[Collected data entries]
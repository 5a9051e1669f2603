"""Reading and writing FCS files (Flow Cytometry Standard 2.0, 3.0 and 3.1).

Reading
-------
:func:`read_fcs` returns an :class:`EventFile`: the events of the file's first
data set as a float64 matrix of shape (events x channels), in *scale* units:

* Integer data (``$DATATYPE/I/``) are bit-masked to the bits ``$PnR`` needs
  (``ceil(log2($PnR))`` bits, FCS 3.1 on ``$PnB``/``$PnR``; some instruments
  set unused high bits).
* ``$PnE/f1,f2/`` with ``f1 > 0`` on integer data is log amplification:
  ``value = f2 * 10 ** (f1 * x / $PnR)`` (FCS 3.1).  Files that write
  ``f2 = 0`` mean ``f2 = 1`` (common practice).  Floating point data must carry
  ``$PnE/0,0/`` (FCS 3.1); a float channel that claims log amplification is
  already in scale units and is kept as stored (a note says so).
* ``$PnG`` (amplifier gain) applies to linear channels: ``value = x / $PnG``.
  It is not applied to the time channel (a gain on time makes no physical
  sense; common practice) nor to log-amplified channels.
* ``channel_ranges`` are ``$PnR`` carried into the same units as ``data``:
  ``f2 * 10 ** f1`` for decoded log channels and ``$PnR / $PnG`` for channels
  divided by their gain.  The raw ``$PnR`` stays in ``keywords``.
* Non-finite values (NaN, inf) in float files are loaded as they are; the
  cleaning step (``core.prepare``) sets those events aside with a reason.
* The TEXT segment is decoded as UTF-8 (FCS 3.1); when it is not valid UTF-8
  (older files) it is decoded as Latin-1, which maps every byte, and a note
  says so.
* Duplicate ``$PnN`` names (forbidden by FCS 3.1, but seen) keep their data:
  the second and later copies are renamed ``"NAME (2)"``, ``"NAME (3)"``...
  The original names stay in ``keywords`` and a note lists the renames.
* Only the first data set of a multi-data-set file is read (a note says so).

The HEADER, TEXT offsets and ``$TOT x $PAR x $PnB`` are checked against the
file size *before* any event is read, so a damaged header cannot make the
reader allocate memory the file cannot fill.  The DATA segment is located
exactly: the HEADER and ``$BEGINDATA`` must give the same start, it may not
overlap the HEADER or TEXT, and it must hold exactly ``$TOT`` events (one byte
more only with a start confirmed by both; some writers end one byte late), so
no tolerance can shift values.  The decoding keywords are bounded
(:func:`_check_decoding`).  The path is checked before opening (non-regular
files are never opened).  Everything broken raises
:class:`~core.errors.FcsFileError` naming the file and the problem; no other
exception type leaves :func:`read_fcs`.

Writing
-------
:func:`write_fcs` writes FCS 3.1: HEADER, TEXT and DATA (no ANALYSIS), list
mode, float32 little-endian, through :func:`core.atomic.atomic_write`.
"""

from __future__ import annotations

import math
import os
import re
import stat
import warnings
from dataclasses import dataclass, field
from typing import Iterable, Mapping, Sequence

import numpy as np

from . import write_guard
from .atomic import atomic_write
from .errors import ChannelError, EventDataError, ExportError, FcsFileError

__all__ = ["ChannelDecoding", "EventFile", "read_fcs", "write_fcs", "header_offset_fields"]

#: Length of the FCS HEADER: version (6), 4 spaces, six 8-byte offsets (FCS 3.1 section 3.1).
HEADER_LENGTH = 58
#: The largest offset an 8-byte HEADER field can hold (FCS 3.1 section 3.1).
MAX_HEADER_OFFSET = 99_999_999
#: More channels than this in one file is taken as a damaged $PAR (real instruments: < 100).
_MAX_PAR = 10_000
#: Bounds of the decoding keywords (beyond them float64 arithmetic overflows or underflows;
#: real files use a few decades, gains of 0.01-1000 and ranges up to 2^32: common practice).
_MAX_DECADES = 30.0
_MAX_LOG_OFFSET = 1e30
_GAIN_BOUNDS = (1e-6, 1e6)
_MAX_RANGE = 1e30

_SUPPORTED_VERSIONS = ("FCS2.0", "FCS3.0", "FCS3.1", "FCS3.2")
_BYTE_ORDERS = {"1,2,3,4": "<", "1,2": "<", "4,3,2,1": ">", "2,1": ">"}
_PARAM_KEY = re.compile(r"^\$P(\d+)([A-Z]+)$", re.IGNORECASE)
# Keywords the writer computes itself; any copy in `keywords` is ignored.
_STRUCTURAL_KEYS = frozenset({
    "$BEGINANALYSIS", "$ENDANALYSIS", "$BEGINDATA", "$ENDDATA", "$BEGINSTEXT",
    "$ENDSTEXT", "$BYTEORD", "$DATATYPE", "$MODE", "$NEXTDATA", "$PAR", "$TOT",
})
# Delimiters the writer may use, in order of preference (any byte 1-126 is allowed by FCS 3.1).
_DELIMITER_CHOICES = ("/", "|", "\\", "!", "~", "^", "\x0c")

> Exercise
Go through the records and copy each one exactly.

> Response below
repository 5a9051e1669f2603
"""Reading and writing FCS files (Flow Cytometry Standard 2.0, 3.0 and 3.1).

Reading
-------
:func:`read_fcs` returns an :class:`EventFile`: the events of the file's first
data set as a float64 matrix of shape (events x channels), in *scale* units:

* Integer data (``$DATATYPE/I/``) are bit-masked to the bits ``$PnR`` needs
  (``ceil(log2($PnR))`` bits, FCS 3.1 on ``$PnB``/``$PnR``; some instruments
  set unused high bits).
* ``$PnE/f1,f2/`` with ``f1 > 0`` on integer data is log amplification:
  ``value = f2 * 10 ** (f1 * x / $PnR)`` (FCS 3.1).  Files that write
  ``f2 = 0`` mean ``f2 = 1`` (common practice).  Floating point data must carry
  ``$PnE/0,0/`` (FCS 3.1); a float channel that claims log amplification is
  already in scale units and is kept as stored (a note says so).
* ``$PnG`` (amplifier gain) applies to linear channels: ``value = x / $PnG``.
  It is not applied to the time channel (a gain on time makes no physical
  sense; common practice) nor to log-amplified channels.
* ``channel_ranges`` are ``$PnR`` carried into the same units as ``data``:
  ``f2 * 10 ** f1`` for decoded log channels and ``$PnR / $PnG`` for channels
  divided by their gain.  The raw ``$PnR`` stays in ``keywords``.
* Non-finite values (NaN, inf) in float files are loaded as they are; the
  cleaning step (``core.prepare``) sets those events aside with a reason.
* The TEXT segment is decoded as UTF-8 (FCS 3.1); when it is not valid UTF-8
  (older files) it is decoded as Latin-1, which maps every byte, and a note
  says so.
* Duplicate ``$PnN`` names (forbidden by FCS 3.1, but seen) keep their data:
  the second and later copies are renamed ``"NAME (2)"``, ``"NAME (3)"``...
  The original names stay in ``keywords`` and a note lists the renames.
* Only the first data set of a multi-data-set file is read (a note says so).

The HEADER, TEXT offsets and ``$TOT x $PAR x $PnB`` are checked against the
file size *before* any event is read, so a damaged header cannot make the
reader allocate memory the file cannot fill.  The DATA segment is located
exactly: the HEADER and ``$BEGINDATA`` must give the same start, it may not
overlap the HEADER or TEXT, and it must hold exactly ``$TOT`` events (one byte
more only with a start confirmed by both; some writers end one byte late), so
no tolerance can shift values.  The decoding keywords are bounded
(:func:`_check_decoding`).  The path is checked before opening (non-regular
files are never opened).  Everything broken raises
:class:`~core.errors.FcsFileError` naming the file and the problem; no other
exception type leaves :func:`read_fcs`.

Writing
-------
:func:`write_fcs` writes FCS 3.1: HEADER, TEXT and DATA (no ANALYSIS), list
mode, float32 little-endian, through :func:`core.atomic.atomic_write`.
"""

from __future__ import annotations

import math
import os
import re
import stat
import warnings
from dataclasses import dataclass, field
from typing import Iterable, Mapping, Sequence

import numpy as np

from . import write_guard
from .atomic import atomic_write
from .errors import ChannelError, EventDataError, ExportError, FcsFileError

__all__ = ["ChannelDecoding", "EventFile", "read_fcs", "write_fcs", "header_offset_fields"]

#: Length of the FCS HEADER: version (6), 4 spaces, six 8-byte offsets (FCS 3.1 section 3.1).
HEADER_LENGTH = 58
#: The largest offset an 8-byte HEADER field can hold (FCS 3.1 section 3.1).
MAX_HEADER_OFFSET = 99_999_999
#: More channels than this in one file is taken as a damaged $PAR (real instruments: < 100).
_MAX_PAR = 10_000
#: Bounds of the decoding keywords (beyond them float64 arithmetic overflows or underflows;
#: real files use a few decades, gains of 0.01-1000 and ranges up to 2^32: common practice).
_MAX_DECADES = 30.0
_MAX_LOG_OFFSET = 1e30
_GAIN_BOUNDS = (1e-6, 1e6)
_MAX_RANGE = 1e30

_SUPPORTED_VERSIONS = ("FCS2.0", "FCS3.0", "FCS3.1", "FCS3.2")
_BYTE_ORDERS = {"1,2,3,4": "<", "1,2": "<", "4,3,2,1": ">", "2,1": ">"}
_PARAM_KEY = re.compile(r"^\$P(\d+)([A-Z]+)$", re.IGNORECASE)
# Keywords the writer computes itself; any copy in `keywords` is ignored.
_STRUCTURAL_KEYS = frozenset({
    "$BEGINANALYSIS", "$ENDANALYSIS", "$BEGINDATA", "$ENDDATA", "$BEGINSTEXT",
    "$ENDSTEXT", "$BYTEORD", "$DATATYPE", "$MODE", "$NEXTDATA", "$PAR", "$TOT",
})
# Delimiters the writer may use, in order of preference (any byte 1-126 is allowed by FCS 3.1).
_DELIMITER_CHOICES = ("/", "|", "\\", "!", "~", "^", "\x0c")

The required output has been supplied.